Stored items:
========
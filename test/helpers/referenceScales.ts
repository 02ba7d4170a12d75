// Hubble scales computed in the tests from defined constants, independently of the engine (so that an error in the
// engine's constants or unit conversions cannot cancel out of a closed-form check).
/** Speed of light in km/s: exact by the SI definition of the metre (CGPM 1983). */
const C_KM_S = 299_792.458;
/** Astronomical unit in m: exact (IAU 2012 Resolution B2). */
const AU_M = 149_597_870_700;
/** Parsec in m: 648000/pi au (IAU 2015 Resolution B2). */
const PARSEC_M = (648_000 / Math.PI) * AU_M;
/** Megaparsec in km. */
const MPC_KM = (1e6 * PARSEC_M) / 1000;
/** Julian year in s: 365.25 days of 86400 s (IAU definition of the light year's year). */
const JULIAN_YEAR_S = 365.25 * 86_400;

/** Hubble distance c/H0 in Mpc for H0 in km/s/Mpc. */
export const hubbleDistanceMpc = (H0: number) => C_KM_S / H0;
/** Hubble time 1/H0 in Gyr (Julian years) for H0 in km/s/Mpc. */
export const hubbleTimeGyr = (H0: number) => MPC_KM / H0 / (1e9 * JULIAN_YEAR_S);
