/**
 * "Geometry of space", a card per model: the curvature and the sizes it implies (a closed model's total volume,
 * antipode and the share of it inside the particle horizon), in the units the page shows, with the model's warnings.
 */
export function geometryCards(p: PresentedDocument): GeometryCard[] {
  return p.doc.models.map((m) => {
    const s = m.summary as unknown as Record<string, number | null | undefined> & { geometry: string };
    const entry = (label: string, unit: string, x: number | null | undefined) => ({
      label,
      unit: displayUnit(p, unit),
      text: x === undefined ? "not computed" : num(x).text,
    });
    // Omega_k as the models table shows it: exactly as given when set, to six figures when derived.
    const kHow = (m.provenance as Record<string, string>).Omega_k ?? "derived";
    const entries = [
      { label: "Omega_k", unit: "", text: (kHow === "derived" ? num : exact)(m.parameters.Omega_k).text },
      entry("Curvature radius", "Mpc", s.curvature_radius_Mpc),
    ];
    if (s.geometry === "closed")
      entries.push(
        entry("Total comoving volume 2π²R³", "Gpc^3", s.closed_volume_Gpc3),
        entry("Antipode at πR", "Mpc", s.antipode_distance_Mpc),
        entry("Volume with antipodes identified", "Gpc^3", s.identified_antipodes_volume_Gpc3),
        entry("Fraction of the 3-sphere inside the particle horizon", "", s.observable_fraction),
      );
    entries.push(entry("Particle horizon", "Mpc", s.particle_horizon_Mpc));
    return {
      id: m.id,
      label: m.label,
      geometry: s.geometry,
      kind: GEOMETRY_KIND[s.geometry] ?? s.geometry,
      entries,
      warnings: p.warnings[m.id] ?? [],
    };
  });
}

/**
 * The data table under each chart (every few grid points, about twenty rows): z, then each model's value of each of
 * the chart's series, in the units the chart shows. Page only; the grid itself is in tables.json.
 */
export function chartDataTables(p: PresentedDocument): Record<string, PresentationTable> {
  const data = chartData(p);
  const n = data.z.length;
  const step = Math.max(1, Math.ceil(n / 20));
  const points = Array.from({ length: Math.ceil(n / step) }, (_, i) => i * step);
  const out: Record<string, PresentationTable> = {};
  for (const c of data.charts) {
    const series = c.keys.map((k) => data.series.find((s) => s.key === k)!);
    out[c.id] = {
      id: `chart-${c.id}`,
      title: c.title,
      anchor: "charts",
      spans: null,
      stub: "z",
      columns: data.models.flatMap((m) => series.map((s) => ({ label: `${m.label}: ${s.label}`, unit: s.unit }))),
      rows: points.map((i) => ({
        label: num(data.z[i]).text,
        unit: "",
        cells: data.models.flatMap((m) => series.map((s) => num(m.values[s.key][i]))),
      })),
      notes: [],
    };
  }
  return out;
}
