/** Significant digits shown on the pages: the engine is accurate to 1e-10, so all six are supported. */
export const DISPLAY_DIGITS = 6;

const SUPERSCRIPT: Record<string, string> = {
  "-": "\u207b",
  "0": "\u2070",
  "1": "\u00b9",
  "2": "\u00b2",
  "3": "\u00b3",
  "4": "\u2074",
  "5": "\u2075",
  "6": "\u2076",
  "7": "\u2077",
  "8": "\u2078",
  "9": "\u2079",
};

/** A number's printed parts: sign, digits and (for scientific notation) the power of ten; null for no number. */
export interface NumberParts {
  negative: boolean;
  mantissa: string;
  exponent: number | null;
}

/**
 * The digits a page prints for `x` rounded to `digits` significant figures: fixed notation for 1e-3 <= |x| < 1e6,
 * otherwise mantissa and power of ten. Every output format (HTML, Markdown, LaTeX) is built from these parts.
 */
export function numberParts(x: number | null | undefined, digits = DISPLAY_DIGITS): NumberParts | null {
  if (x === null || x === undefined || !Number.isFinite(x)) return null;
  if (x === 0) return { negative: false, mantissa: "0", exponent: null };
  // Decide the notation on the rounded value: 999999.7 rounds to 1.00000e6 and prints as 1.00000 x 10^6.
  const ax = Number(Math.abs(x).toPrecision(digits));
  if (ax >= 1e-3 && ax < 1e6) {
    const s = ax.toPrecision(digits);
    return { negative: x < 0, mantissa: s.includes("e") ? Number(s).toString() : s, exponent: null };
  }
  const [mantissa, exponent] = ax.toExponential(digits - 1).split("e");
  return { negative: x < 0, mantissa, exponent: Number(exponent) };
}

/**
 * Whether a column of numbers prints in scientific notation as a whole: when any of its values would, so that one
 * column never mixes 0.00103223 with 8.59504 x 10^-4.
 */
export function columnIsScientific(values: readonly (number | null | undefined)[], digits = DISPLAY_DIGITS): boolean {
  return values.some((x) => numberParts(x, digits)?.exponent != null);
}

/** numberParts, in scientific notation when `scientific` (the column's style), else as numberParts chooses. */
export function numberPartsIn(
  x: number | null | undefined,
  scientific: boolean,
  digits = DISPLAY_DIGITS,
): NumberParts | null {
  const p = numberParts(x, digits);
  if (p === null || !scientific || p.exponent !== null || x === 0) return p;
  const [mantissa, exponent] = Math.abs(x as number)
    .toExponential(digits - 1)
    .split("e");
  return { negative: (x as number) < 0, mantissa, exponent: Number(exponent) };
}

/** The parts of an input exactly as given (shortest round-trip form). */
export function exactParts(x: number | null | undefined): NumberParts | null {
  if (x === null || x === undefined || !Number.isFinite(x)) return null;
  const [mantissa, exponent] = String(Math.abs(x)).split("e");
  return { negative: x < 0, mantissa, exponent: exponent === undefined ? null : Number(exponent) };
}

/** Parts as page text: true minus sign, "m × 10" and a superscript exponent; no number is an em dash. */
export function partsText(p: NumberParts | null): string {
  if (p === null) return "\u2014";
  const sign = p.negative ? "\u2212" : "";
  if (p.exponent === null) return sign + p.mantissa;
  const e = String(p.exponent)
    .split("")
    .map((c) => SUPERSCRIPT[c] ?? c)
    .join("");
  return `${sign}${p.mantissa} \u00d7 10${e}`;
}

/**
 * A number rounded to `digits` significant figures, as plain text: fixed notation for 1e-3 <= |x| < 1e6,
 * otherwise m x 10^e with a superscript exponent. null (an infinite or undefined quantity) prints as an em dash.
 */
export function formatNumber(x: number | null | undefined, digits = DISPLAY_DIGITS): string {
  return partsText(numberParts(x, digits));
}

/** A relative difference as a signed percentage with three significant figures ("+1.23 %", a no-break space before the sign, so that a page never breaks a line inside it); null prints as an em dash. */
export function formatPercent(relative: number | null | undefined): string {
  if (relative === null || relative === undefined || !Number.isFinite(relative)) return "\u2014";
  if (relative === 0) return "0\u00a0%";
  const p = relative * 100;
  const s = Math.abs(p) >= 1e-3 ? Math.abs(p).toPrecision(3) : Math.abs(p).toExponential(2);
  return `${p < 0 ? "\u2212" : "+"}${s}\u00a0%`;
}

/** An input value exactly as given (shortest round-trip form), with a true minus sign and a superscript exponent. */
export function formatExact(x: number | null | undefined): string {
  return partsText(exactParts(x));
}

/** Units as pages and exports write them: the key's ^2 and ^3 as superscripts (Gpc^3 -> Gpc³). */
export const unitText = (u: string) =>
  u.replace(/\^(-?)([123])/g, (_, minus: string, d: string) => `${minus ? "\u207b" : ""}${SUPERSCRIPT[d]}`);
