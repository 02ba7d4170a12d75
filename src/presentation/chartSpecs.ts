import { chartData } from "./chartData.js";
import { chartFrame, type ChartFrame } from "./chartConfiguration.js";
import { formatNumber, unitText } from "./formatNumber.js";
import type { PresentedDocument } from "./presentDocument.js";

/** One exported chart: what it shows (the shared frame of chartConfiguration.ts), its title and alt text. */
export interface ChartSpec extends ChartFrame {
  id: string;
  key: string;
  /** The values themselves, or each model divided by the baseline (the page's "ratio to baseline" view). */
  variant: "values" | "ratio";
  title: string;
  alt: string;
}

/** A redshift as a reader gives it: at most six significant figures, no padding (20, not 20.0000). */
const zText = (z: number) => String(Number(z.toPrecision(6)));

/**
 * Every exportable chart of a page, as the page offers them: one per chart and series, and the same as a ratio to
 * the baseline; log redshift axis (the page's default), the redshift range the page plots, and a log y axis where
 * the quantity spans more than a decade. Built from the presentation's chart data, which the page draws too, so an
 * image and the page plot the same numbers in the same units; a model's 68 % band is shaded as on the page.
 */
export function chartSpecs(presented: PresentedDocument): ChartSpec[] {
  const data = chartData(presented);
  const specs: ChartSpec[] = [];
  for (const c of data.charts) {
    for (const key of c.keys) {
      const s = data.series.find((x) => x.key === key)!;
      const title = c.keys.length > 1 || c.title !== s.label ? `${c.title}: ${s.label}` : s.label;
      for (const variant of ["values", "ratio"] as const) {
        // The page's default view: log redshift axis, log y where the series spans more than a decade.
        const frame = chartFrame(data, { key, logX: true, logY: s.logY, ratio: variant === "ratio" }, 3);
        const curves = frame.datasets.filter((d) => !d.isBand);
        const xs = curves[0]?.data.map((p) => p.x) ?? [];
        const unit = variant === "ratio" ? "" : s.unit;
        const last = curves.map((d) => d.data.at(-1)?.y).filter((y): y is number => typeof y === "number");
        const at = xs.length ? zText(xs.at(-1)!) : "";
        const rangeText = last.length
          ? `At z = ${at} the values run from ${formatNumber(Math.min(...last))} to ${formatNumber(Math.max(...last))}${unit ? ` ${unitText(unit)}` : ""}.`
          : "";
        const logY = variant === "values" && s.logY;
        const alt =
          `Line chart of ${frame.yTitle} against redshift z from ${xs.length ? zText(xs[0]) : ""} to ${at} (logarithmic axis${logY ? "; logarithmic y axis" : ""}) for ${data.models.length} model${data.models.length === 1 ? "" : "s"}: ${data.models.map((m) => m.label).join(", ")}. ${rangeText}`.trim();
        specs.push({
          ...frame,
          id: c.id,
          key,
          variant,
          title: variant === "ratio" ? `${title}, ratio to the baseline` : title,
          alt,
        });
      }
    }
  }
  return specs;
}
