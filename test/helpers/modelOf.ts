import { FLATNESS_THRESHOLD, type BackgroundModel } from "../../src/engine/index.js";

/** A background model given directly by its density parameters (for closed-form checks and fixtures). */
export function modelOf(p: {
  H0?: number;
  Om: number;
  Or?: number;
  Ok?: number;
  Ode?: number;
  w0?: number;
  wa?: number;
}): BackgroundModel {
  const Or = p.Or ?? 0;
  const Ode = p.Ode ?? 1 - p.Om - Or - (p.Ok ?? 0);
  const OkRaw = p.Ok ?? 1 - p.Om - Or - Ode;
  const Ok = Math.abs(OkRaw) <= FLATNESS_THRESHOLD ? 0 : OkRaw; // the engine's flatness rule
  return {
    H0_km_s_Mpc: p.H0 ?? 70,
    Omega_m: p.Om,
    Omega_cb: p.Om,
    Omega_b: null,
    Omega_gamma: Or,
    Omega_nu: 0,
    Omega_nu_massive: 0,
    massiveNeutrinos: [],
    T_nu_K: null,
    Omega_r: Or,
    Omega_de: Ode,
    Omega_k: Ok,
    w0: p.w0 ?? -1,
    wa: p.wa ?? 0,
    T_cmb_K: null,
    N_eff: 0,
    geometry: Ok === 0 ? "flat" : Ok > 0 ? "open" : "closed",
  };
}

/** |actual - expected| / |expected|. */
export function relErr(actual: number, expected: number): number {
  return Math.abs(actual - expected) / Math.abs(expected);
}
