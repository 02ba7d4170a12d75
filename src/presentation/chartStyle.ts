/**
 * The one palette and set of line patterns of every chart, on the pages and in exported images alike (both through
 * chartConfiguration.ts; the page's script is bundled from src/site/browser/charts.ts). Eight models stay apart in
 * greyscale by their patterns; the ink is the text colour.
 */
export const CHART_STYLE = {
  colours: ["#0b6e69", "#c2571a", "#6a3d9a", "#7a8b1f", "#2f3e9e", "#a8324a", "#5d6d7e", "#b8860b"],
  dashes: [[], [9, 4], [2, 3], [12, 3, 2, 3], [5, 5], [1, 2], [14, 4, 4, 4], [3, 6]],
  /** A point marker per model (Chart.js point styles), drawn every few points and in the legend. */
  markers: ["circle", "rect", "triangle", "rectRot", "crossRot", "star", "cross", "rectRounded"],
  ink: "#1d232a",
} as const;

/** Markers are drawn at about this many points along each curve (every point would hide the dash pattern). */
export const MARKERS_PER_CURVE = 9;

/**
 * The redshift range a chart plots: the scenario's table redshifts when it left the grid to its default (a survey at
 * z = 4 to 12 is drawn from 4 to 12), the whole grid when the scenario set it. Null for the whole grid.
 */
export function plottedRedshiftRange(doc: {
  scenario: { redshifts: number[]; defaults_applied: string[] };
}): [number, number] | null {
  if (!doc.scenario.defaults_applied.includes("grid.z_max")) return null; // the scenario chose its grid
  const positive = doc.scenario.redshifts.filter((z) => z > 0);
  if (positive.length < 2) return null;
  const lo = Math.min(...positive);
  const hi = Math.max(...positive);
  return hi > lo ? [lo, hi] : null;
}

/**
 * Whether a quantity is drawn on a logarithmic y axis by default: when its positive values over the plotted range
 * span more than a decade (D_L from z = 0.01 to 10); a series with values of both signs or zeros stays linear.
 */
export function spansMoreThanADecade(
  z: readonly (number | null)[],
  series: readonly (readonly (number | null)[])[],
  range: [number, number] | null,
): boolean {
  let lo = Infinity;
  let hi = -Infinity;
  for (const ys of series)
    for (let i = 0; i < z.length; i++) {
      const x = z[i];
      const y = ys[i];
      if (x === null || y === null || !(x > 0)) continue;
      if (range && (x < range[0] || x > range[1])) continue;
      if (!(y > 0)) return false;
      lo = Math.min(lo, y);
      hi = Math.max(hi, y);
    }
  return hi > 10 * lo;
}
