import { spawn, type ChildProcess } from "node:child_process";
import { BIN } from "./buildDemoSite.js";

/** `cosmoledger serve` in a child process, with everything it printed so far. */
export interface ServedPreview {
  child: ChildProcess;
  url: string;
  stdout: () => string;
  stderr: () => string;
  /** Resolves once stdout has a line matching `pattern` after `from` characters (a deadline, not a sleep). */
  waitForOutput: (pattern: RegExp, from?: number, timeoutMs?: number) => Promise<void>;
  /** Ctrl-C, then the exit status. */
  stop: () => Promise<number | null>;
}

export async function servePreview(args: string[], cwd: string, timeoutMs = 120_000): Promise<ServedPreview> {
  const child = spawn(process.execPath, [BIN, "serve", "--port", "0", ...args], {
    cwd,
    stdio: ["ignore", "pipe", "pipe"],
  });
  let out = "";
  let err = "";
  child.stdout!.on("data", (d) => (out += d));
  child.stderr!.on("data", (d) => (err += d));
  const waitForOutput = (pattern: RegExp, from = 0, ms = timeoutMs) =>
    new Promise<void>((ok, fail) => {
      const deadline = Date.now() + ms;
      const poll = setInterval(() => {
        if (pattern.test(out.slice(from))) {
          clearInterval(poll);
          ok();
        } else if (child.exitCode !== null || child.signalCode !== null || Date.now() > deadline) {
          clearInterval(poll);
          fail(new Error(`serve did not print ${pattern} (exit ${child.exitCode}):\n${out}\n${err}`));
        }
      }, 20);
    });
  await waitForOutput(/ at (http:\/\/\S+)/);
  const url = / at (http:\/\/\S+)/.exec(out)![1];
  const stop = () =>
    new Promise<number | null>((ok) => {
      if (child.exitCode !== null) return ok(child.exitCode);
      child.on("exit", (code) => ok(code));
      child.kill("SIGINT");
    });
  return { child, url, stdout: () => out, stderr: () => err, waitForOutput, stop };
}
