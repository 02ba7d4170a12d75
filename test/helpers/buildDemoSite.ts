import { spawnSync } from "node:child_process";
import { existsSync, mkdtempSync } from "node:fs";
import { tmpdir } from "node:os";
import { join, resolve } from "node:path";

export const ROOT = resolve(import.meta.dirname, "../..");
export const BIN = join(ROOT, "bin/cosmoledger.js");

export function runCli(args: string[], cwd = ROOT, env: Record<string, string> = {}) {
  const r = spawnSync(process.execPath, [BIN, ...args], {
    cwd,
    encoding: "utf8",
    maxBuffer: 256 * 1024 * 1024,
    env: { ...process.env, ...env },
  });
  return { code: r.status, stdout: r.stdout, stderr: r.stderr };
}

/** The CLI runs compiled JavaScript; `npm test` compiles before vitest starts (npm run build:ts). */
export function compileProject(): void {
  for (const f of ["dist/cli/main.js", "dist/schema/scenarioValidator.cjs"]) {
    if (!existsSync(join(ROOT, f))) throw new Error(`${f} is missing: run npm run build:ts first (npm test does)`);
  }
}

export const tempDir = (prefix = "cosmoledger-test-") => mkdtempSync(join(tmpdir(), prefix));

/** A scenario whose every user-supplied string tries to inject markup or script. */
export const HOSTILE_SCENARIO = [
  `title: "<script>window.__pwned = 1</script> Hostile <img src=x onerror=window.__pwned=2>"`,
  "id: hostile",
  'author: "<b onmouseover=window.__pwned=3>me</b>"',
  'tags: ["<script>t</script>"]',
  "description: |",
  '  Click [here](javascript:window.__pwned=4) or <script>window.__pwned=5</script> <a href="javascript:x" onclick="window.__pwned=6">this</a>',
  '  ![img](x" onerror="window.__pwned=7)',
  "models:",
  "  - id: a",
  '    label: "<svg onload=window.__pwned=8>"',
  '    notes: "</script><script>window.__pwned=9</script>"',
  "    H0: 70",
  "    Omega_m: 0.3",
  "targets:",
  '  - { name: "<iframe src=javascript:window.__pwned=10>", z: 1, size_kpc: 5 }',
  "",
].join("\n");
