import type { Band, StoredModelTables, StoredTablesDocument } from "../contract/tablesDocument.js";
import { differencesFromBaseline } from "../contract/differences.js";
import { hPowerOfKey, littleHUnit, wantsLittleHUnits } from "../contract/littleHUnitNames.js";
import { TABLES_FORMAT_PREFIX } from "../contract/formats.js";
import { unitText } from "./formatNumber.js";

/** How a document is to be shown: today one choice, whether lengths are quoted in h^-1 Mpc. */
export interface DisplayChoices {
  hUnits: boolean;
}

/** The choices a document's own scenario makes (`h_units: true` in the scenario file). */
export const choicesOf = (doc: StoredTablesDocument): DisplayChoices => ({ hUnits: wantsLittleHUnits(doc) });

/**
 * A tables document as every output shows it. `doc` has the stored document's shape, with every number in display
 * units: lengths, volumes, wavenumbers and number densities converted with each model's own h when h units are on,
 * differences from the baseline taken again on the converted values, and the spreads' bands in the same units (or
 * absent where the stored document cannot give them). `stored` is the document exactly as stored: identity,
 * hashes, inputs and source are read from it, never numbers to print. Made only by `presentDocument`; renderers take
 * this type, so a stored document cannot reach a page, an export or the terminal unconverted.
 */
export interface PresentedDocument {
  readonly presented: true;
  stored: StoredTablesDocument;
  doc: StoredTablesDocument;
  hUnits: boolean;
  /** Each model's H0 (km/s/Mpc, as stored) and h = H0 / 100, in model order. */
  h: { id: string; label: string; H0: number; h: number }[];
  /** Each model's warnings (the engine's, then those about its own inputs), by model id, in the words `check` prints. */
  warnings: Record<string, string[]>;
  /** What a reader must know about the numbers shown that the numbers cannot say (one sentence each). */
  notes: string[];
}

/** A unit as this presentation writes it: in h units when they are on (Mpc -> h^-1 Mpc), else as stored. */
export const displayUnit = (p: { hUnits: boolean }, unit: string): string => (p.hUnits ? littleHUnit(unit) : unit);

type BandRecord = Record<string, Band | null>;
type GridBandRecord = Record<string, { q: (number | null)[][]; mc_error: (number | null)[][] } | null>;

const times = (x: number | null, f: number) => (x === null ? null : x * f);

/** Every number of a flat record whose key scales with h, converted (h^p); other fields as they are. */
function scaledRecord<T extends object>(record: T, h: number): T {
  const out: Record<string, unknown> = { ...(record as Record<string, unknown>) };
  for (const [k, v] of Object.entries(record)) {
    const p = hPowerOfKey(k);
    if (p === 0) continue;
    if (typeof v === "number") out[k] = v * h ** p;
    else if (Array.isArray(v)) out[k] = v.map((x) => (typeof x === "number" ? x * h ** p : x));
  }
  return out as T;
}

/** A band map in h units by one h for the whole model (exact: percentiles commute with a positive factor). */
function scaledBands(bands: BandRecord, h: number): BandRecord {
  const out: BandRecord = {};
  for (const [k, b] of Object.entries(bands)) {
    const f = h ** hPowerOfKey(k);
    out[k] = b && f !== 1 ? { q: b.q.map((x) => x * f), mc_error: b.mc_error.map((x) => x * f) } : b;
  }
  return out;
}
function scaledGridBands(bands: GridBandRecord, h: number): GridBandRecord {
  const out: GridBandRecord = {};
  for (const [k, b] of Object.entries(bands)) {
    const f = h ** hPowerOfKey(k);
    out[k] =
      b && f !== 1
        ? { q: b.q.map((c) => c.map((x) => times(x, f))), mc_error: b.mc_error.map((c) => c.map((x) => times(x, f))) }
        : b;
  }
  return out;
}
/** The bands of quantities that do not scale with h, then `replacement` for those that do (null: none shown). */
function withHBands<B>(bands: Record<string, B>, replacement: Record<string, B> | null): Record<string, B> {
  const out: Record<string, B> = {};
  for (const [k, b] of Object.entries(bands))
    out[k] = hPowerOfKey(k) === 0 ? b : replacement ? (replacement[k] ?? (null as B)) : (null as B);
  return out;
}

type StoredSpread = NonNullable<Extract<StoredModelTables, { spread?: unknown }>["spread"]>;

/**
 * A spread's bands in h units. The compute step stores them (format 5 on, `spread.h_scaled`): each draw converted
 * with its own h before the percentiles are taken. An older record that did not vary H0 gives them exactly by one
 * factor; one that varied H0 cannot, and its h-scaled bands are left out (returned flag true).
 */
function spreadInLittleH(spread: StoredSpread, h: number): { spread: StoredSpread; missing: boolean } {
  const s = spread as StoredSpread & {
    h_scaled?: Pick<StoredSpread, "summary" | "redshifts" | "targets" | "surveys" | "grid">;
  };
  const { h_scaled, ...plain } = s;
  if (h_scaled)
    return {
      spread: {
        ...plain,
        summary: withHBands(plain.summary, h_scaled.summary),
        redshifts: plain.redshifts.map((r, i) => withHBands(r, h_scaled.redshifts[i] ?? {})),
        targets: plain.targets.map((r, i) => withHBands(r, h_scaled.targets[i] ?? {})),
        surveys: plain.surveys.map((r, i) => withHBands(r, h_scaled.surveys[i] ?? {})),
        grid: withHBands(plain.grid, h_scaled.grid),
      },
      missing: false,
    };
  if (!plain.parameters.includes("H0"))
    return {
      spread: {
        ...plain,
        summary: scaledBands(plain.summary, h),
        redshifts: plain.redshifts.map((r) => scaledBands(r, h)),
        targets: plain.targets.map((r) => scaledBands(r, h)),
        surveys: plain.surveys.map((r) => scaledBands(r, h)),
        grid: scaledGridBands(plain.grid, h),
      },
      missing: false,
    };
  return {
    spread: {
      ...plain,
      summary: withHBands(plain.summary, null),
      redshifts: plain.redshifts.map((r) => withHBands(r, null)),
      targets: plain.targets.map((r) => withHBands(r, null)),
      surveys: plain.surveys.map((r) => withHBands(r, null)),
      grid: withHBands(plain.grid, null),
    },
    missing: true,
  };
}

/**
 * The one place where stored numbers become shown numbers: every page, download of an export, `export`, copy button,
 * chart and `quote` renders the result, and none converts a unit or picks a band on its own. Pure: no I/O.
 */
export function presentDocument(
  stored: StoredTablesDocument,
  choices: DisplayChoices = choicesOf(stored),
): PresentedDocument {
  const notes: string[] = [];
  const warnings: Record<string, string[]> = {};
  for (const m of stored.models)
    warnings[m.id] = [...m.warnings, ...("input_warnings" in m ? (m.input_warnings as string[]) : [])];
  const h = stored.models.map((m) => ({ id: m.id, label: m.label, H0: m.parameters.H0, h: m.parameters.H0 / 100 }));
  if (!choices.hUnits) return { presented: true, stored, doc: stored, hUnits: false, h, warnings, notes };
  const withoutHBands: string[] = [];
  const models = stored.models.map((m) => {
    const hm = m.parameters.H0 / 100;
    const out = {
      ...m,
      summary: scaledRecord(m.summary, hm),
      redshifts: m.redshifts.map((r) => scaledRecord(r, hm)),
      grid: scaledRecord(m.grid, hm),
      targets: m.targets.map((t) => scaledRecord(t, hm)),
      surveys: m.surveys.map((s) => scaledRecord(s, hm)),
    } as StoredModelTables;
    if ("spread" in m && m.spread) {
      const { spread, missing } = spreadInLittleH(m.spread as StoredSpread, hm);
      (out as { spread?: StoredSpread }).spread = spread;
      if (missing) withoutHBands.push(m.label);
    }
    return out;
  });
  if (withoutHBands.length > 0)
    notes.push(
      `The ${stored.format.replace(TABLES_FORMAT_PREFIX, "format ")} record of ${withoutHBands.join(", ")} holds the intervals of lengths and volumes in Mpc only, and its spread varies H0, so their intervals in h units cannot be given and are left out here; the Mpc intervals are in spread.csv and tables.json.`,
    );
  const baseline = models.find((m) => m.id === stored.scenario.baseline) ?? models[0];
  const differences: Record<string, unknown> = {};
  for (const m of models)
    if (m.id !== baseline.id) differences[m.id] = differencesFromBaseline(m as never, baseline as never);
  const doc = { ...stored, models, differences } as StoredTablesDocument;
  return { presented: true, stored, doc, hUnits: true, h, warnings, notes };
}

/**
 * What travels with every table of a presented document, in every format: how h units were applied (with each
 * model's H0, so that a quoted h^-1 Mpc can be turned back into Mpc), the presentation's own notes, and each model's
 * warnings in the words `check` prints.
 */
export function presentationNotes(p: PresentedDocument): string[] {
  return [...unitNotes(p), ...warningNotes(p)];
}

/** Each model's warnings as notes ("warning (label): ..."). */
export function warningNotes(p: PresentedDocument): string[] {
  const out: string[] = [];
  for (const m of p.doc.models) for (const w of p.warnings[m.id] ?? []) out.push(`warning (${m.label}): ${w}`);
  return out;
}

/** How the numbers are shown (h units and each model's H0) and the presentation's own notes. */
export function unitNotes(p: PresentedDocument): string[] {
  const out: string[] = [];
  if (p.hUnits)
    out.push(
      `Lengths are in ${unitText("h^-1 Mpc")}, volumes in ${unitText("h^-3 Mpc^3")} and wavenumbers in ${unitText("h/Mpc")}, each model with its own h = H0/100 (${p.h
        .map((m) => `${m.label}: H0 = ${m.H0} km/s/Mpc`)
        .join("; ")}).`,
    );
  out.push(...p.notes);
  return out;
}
========
Work item -> Please give an exact copy of the lines above, beginning with the line containing "const Or = p.Or ?? 0;" and running through the line containing "dash pattern). */", and of no other lines.

Problem solution ->
  const Or = p.Or ?? 0;
  const Ode = p.Ode ?? 1 - p.Om - Or - (p.Ok ?? 0);
  const OkRaw = p.Ok ?? 1 - p.Om - Or - Ode;
  const Ok = Math.abs(OkRaw) <= FLATNESS_THRESHOLD ? 0 : OkRaw; // the engine's flatness rule
  return {
    H0_km_s_Mpc: p.H0 ?? 70,
    Omega_m: p.Om,
    Omega_cb: p.Om,
    Omega_b: null,
    Omega_gamma: Or,
    Omega_nu: 0,
    Omega_nu_massive: 0,
    massiveNeutrinos: [],
    T_nu_K: null,
    Omega_r: Or,
    Omega_de: Ode,
    Omega_k: Ok,
    w0: p.w0 ?? -1,
    wa: p.wa ?? 0,
    T_cmb_K: null,
    N_eff: 0,
    geometry: Ok === 0 ? "flat" : Ok > 0 ? "open" : "closed",
  };
}

/** |actual - expected| / |expected|. */
export function relErr(actual: number, expected: number): number {
  return Math.abs(actual - expected) / Math.abs(expected);
}
repository 02ba7d4170a12d75
filename src/presentation/chartStyle.ts
/**
 * The one palette and set of line patterns of every chart, on the pages and in exported images alike (both through
 * chartConfiguration.ts; the page's script is bundled from src/site/browser/charts.ts). Eight models stay apart in
 * greyscale by their patterns; the ink is the text colour.
 */
export const CHART_STYLE = {
  colours: ["#0b6e69", "#c2571a", "#6a3d9a", "#7a8b1f", "#2f3e9e", "#a8324a", "#5d6d7e", "#b8860b"],
  dashes: [[], [9, 4], [2, 3], [12, 3, 2, 3], [5, 5], [1, 2], [14, 4, 4, 4], [3, 6]],
  /** A point marker per model (Chart.js point styles), drawn every few points and in the legend. */
  markers: ["circle", "rect", "triangle", "rectRot", "crossRot", "star", "cross", "rectRounded"],
  ink: "#1d232a",
} as const;

/** Markers are drawn at about this many points along each curve (every point would hide the dash pattern). */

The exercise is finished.